The US Federal Reserve’s easing cycle will be “light” by historical standards when it starts cutting interest rates at its September policy meeting, ratings agency Fitch said in a note.

In its September global economic outlook report, Fitch forecast a cut of 25 basis points each at the central bank’s meeting in September and December, before cutting rates by 125 basis points in 2025 and 75 basis points basis in 2026.

That will mean a total of 250 basis points of cuts in 10 moves over 25 months, Fitch noted, adding that the median cut from peak to trough in previous Fed easing cycles to mid 1950s was 470 basis points with an average duration of 8 months.

“One of the reasons we expect Fed easing to continue at a relatively mild pace is that there is still work to be done on inflation,” the report said.

This is because CPI inflation is still above the Fed’s stated inflation target of 2%.

Fitch also pointed out that the recent drop in the core inflation rate – which excludes food and energy prices – mostly reflected the drop in car prices, which may not last.

US inflation fell in August to the lowest level since February 2021, according to a Labor Department report on Wednesday.

The consumer price index rose 2.5 percent year-on-year in August, falling short of the 2.6 percent expected by the Dow Jones and hitting its slowest growth rate in 3 1/2 years. On a month-on-month basis, inflation rose 0.2% from July.

The core CPI, which excludes volatile food and energy prices, rose 0.3% on the month, slightly higher than the estimate of 0.2%. The 12-month core inflation rate remained at 3.2%, in line with the forecast.
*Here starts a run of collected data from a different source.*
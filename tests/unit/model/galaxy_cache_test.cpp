// SPDX-License-Identifier: GPL-2.0-or-later
#include "model/galaxy_cache.h"

#include <gtest/gtest.h>

#include <atomic>
#include <cmath>
#include <cstdlib>
#include <fstream>
#include <limits>
#include <thread>

#include "base/error.h"
#include "support/temporary_folder.h"

namespace foreglow {
namespace {

namespace fs = std::filesystem;
using testing::TemporaryFolder;
using testing::write_whole_file;

CachedGalaxy make_entry(double first) {
    CachedGalaxy entry;
    entry.maps = {{first, -0.0, 1e-300}, {std::numeric_limits<double>::quiet_NaN(), 2.0 / 3, 1e300}};
    entry.sampling = {128, 48, 0.1 / 3};
    entry.coarse_pixels = 5;
    return entry;
}

TEST(GalaxyCache, GivesBackWhatWasWrittenToTheLastBit) {
    const TemporaryFolder folder;
    const GalaxyCache cache((folder / "deep") / "cache");
    EXPECT_FALSE(cache.read("a\nb=1\n").has_value());
    cache.write("a\nb=1\n", make_entry(1.0 / 3));
    const auto found = cache.read("a\nb=1\n");
    ASSERT_TRUE(found.has_value());
    EXPECT_EQ(found->maps[0], make_entry(1.0 / 3).maps[0]);
    EXPECT_TRUE(std::isnan(found->maps[1][0]));
    EXPECT_EQ(found->sampling.steps_near_plane, 128U);
    EXPECT_EQ(found->sampling.steps_elsewhere, 48U);
    EXPECT_EQ(found->sampling.error, 0.1 / 3);
    EXPECT_EQ(found->coarse_pixels, 5);
    EXPECT_FALSE(cache.read("a\nb=2\n").has_value());
}

TEST(GalaxyCache, ABrokenEntryIsAbsent) {
    const TemporaryFolder folder;
    const GalaxyCache cache(folder.path());
    cache.write("key", make_entry(7));
    const fs::path file = cache.file_of("key");
    std::string bytes;
    {
        std::ifstream in(file, std::ios::binary);
        bytes.assign(std::istreambuf_iterator<char>(in), {});
    }
    for (std::size_t at = 0; at < bytes.size(); at += 3) {
        std::string broken = bytes;
        broken[at] = static_cast<char>(broken[at] ^ 0x10);
        write_whole_file(file, broken);
        const auto found = cache.read("key");
        // Only the sampling's own numbers can be other ones without a sign of it.
        if (!found) continue;
        EXPECT_EQ(found->maps[0], make_entry(7).maps[0]) << at;
    }
    for (const std::size_t length : {std::size_t{0}, bytes.size() / 2, bytes.size() - 1}) {
        write_whole_file(file, bytes.substr(0, length));
        EXPECT_FALSE(cache.read("key").has_value()) << length;
    }
    write_whole_file(file, bytes + "x");
    EXPECT_FALSE(cache.read("key").has_value());
    cache.write("key", make_entry(8));
    EXPECT_EQ(cache.read("key")->maps[0][0], 8);
}

TEST(GalaxyCache, TwoAtOnceDoNotDisturbOneAnother) {
    const TemporaryFolder folder;
    const GalaxyCache cache(folder.path());
    cache.write("key", make_entry(1));
    std::atomic<int> broken{0};
    std::thread reader([&] {
        for (int i = 0; i < 300; ++i)
            if (!cache.read("key")) ++broken;
    });
    for (int i = 0; i < 20; ++i)
        cache.write("key", make_entry(1));
    reader.join();
    EXPECT_EQ(broken, 0);
    EXPECT_EQ(folder.names().size(), 1U);  // nothing is left beside it
}

TEST(GalaxyCache, IsMeasuredAndClearedWithoutTouchingOtherFiles) {
    const TemporaryFolder folder;
    const GalaxyCache cache(folder.path());
    EXPECT_EQ(measure_cache(folder / "none").entries, 0);
    cache.write("one", make_entry(1));
    cache.write("two", make_entry(2));
    write_whole_file(folder / "galaxy-notes.txt", "mine");
    const CacheSize size = measure_cache(folder.path());
    EXPECT_EQ(size.entries, 2);
    EXPECT_EQ(size.bytes, fs::file_size(cache.file_of("one")) + fs::file_size(cache.file_of("two")));
    EXPECT_EQ(clear_cache(folder.path()).entries, 2);
    EXPECT_EQ(folder.names(), std::set<std::string>{"galaxy-notes.txt"});
}

TEST(GalaxyCache, SaysWhyItCannotBeWritten) {
    const TemporaryFolder folder;
    write_whole_file(folder / "file", "");
    EXPECT_THROW(GalaxyCache(folder / "file").write("key", make_entry(1)), FileError);
}

TEST(GalaxyCache, DefaultFollowsTheEnvironment) {
    ::setenv("XDG_CACHE_HOME", "/somewhere", 1);
    EXPECT_EQ(default_cache_folder(), fs::path("/somewhere/foreglow"));
    ::setenv("XDG_CACHE_HOME", "relative", 1);  // the specification says that these are to be ignored
    ::setenv("HOME", "/people/someone", 1);
    EXPECT_EQ(default_cache_folder(), fs::path("/people/someone/.cache/foreglow"));
    ::unsetenv("XDG_CACHE_HOME");
    ::unsetenv("HOME");
    EXPECT_FALSE(default_cache_folder().has_value());
}

}  // namespace
}  // namespace foreglow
Fitch also noted that “Inflation challenges facing the Fed over the past three and a half years are also likely to generate caution among FOMC members. which causes inflation”.

Harmonious China, noisy Japan

In Asia, Fitch expects interest rate cuts to continue in China, noting that the People’s Bank of China’s rate cut in July took market participants by surprise. The PBOC cut the 1-year MLF rate to 2.3% from 2.5% in July.

“The (expected) Fed interest rate cuts and the recent weakening of the US dollar allowed the PBOC to cut rates further,” the report said, adding that deflationary pressures are becoming entrenched in China.

Fitch pointed out that “Producer prices, export prices and house prices are all down and bond yields have fallen. Core CPI inflation fell to just 0.3% and we have cut our CPI forecasts”.

It now expects China’s inflation rate to hit 0.5 percent in 2024, down from 0.8 percent in its June outlook report.

The rating agency forecast another 10 basis points of cuts in 2024 and another 20 basis points of cuts in 2025 for China.

On the other hand, Fitch noted that “(the Bank of Japan) bucked the global trend of policy easing and raised interest rates more aggressively than we anticipated in July. This reflects the growing belief that reflation is now firmly entrenched.”

With core inflation above the BOJ’s target for 23 consecutive months and companies set to pay “ongoing” and “substantial” wages, Fitch said the situation was quite different from the “lost decade” of the 1990s, when wages did not rise amid persistent deflation. .

This plays into the BOJ’s objective of a “virtuous wage-price cycle” – which boosts the BOJ’s confidence that it can continue to raise rates towards neutral settings.

Fitch expects the BOJ benchmark rate to reach 0.5% by the end of 2024 and 0.75% in 2025, adding that “we expect the policy rate to reach 1% by the end of 2026, above consensus . ramifications”.